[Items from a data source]

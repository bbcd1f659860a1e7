"""The program's door: hoists the global options, runs the command, turns errors into sentences and exit codes.

Nothing heavy is imported here: neither RDKit nor Textual loads before a command needs it (tested in a subprocess).
Without a command on a terminal it opens the terminal interface.
"""

from __future__ import annotations

import gc
import os
import sys
from collections.abc import Sequence
from pathlib import Path

from kb import kept
from kb.cli import exit_codes, quick
from kb.cli.session import STDOUT, Misused, ReaderGone, complain, json_line, write_line
from kb.errors import SidepathError

_FLAGS = {"--json", "--quiet", "--verbose", "-q", "-v"}
_WITH_VALUE = {"--book", "--as"}
_FREE_TEXT = {"--note", "--why", "--ref", "--words", "--title", "--instead", "--source", "--project"}
"""Options of commands whose value may be any words, even those of a global option."""
COLLECT_AFTER = 100_000
"""Objects between two garbage collections: loading RDKit and SQLAlchemy makes many that live as long as the program,
and looking through them again and again takes a twentieth of the time of a check."""
ONE_THREAD = ("OPENBLAS_NUM_THREADS", "1")
"""Starting threads for linear algebra, of which there is next to none here, takes half the time that NumPy loads."""
_DISK_FULL = (28, 122)
"""ENOSPC and EDQUOT."""


def main(argv: Sequence[str] | None = None) -> None:
    """Run the program and exit with the contract's status.

    Args:
        argv: arguments without the program's name; None = sys.argv.
    """
    gc.set_threshold(COLLECT_AFTER, 50, 50)
    kept.allow()
    os.environ.setdefault(*ONE_THREAD)
    _settle_streams()
    code = run(sys.argv[1:] if argv is None else list(argv))
    try:
        sys.stdout.flush()
    except OSError as error:
        code = _after_failed_output(error, code)
    if argv is None and quick.has_answered():
        sys.stderr.flush()
        os._exit(code)  # nothing is left open; taking RDKit and NumPy down piece by piece takes a tenth of the check
    sys.exit(code)


def run(argv: Sequence[str]) -> int:
    """Run one command and return its exit status; never raises."""
    front, rest = _parted(argv)
    as_json, is_verbose = "--json" in front, bool({"--verbose", "-v"} & set(front))
    try:
        status = quick.run_quickly(front, rest)
        if status is not None:
            return status
        from kb.cli.parsing import run_parsed  # here, so that Ctrl-C while it loads is met below

        return run_parsed(front + rest)
    except SidepathError as error:
        _complain(error.as_dict(), as_json)
        return exit_codes.exit_code_of(error)
    except KeyboardInterrupt:
        _complain({"code": "cancelled", "message": "Stopped.", "hint": ""}, as_json)
        return exit_codes.INTERRUPTED
    except SystemExit as leaving:
        return leaving.code if isinstance(leaving.code, int) else exit_codes.DONE
    except Misused as error:
        _complain({"code": "usage", "message": error.message, "hint": error.hint}, as_json)
        return exit_codes.USAGE
    except (ReaderGone, BrokenPipeError):
        return _after_failed_output(BrokenPipeError(), exit_codes.DONE)
    except OSError as error:
        if error.filename == STDOUT:
            return _after_failed_output(error, exit_codes.REFUSED)
        is_full = error.errno in _DISK_FULL
        message = f"{error.strerror or error}{f': {error.filename}' if error.filename else ''}."
        hint = "Make room." if is_full else "Check the path and the permissions."
        _complain({"code": "system", "message": message, "hint": hint}, as_json)
        return exit_codes.BOOK_TROUBLE if is_full else exit_codes.REFUSED
    except Exception as error:  # noqa: BLE001 - the last door: a fault of ours must not fall on a chemist as a traceback
        return _own_fault(error, as_json, is_verbose)


def hoist_globals(argv: Sequence[str]) -> list[str]:
    """Move the global options in front of the command, so that they may stand before or after it.

    What follows `--`, and a value that follows an option of a command, is left where it is: a global option is only
    taken where it stands as a word of its own.

    >>> hoist_globals(["check", "CCBr", "--json", "--book", "b.db"])
    ['--json', '--book', 'b.db', 'check', 'CCBr']
    """
    front, rest = _parted(argv)
    return front + rest


def _parted(argv: Sequence[str]) -> tuple[list[str], list[str]]:
    """Return the global options, and the rest."""
    front: list[str] = []
    rest: list[str] = []
    words = iter(argv)
    for word in words:
        if word == "--":
            rest += [word, *words]
        elif word in _FREE_TEXT:
            rest += [word, *([value] if (value := next(words, None)) is not None else [])]
        elif word in _FLAGS or any(word.startswith(f"{option}=") for option in _WITH_VALUE):
            front.append(word)
        elif word in _WITH_VALUE:
            front += [word, *([value] if (value := next(words, None)) is not None else [])]
        else:
            rest.append(word)
    return front, rest


def _settle_streams() -> None:
    """Give the streams that a caller closed somewhere to go, and let the others take any character."""
    for name, mode in (("stdin", "r"), ("stdout", "w"), ("stderr", "w")):
        stream = getattr(sys, name)
        if stream is None:
            setattr(sys, name, Path(os.devnull).open(mode, encoding="utf-8"))  # noqa: SIM115 - for the whole run
        elif mode == "w" and hasattr(stream, "reconfigure"):
            stream.reconfigure(errors="replace")  # a note may hold what this terminal's encoding does not


def _complain(error: dict[str, str], as_json: bool) -> None:
    """Say an error: plain sentences on stderr, with --json also an object on stdout."""
    if as_json:
        write_line(sys.stdout, json_line({"error": error}))
    complain(error)


def _after_failed_output(error: OSError, code: int) -> int:
    """Settle a stdout that takes no more: a closed pipe is no failure of ours, a full disk is."""
    sink = os.open(os.devnull, os.O_WRONLY)
    try:
        os.dup2(sink, sys.stdout.fileno())  # or Python complains once more when it flushes at exit
    except (OSError, ValueError):
        pass  # stdout is no file of its own
    finally:
        os.close(sink)
    if isinstance(error, BrokenPipeError):
        return code
    complain({"message": f"The answer could not be written: {error.strerror or error}.", "hint": "Make room."})
    return exit_codes.BOOK_TROUBLE if error.errno in _DISK_FULL else exit_codes.REFUSED


def _own_fault(error: Exception, as_json: bool, is_verbose: bool) -> int:
    """Say that the program itself failed, with a traceback only where --verbose asks for it."""
    if is_verbose:
        import traceback

        traceback.print_exception(error)
    message = f"Sidepath itself failed ({type(error).__name__}: {error})."
    hint = "It is not what you typed. Tell whoever keeps Sidepath the command and what it says with --verbose."
    _complain({"code": "fault", "message": message, "hint": hint}, as_json)
    return exit_codes.REFUSED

What you are asked to do: In the entries above, the lines between the one holding "option is only" and the one holding "if stream is", inclusive, are to be printed exactly as written, and those alone.

Result of this exercise:
    What follows `--`, and a value that follows an option of a command, is left where it is: a global option is only
    taken where it stands as a word of its own.

    >>> hoist_globals(["check", "CCBr", "--json", "--book", "b.db"])
    ['--json', '--book', 'b.db', 'check', 'CCBr']
    """
    front, rest = _parted(argv)
    return front + rest


def _parted(argv: Sequence[str]) -> tuple[list[str], list[str]]:
    """Return the global options, and the rest."""
    front: list[str] = []
    rest: list[str] = []
    words = iter(argv)
    for word in words:
        if word == "--":
            rest += [word, *words]
        elif word in _FREE_TEXT:
            rest += [word, *([value] if (value := next(words, None)) is not None else [])]
        elif word in _FLAGS or any(word.startswith(f"{option}=") for option in _WITH_VALUE):
            front.append(word)
        elif word in _WITH_VALUE:
            front += [word, *([value] if (value := next(words, None)) is not None else [])]
        else:
            rest.append(word)
    return front, rest


def _settle_streams() -> None:
    """Give the streams that a caller closed somewhere to go, and let the others take any character."""
    for name, mode in (("stdin", "r"), ("stdout", "w"), ("stderr", "w")):
        stream = getattr(sys, name)
        if stream is None:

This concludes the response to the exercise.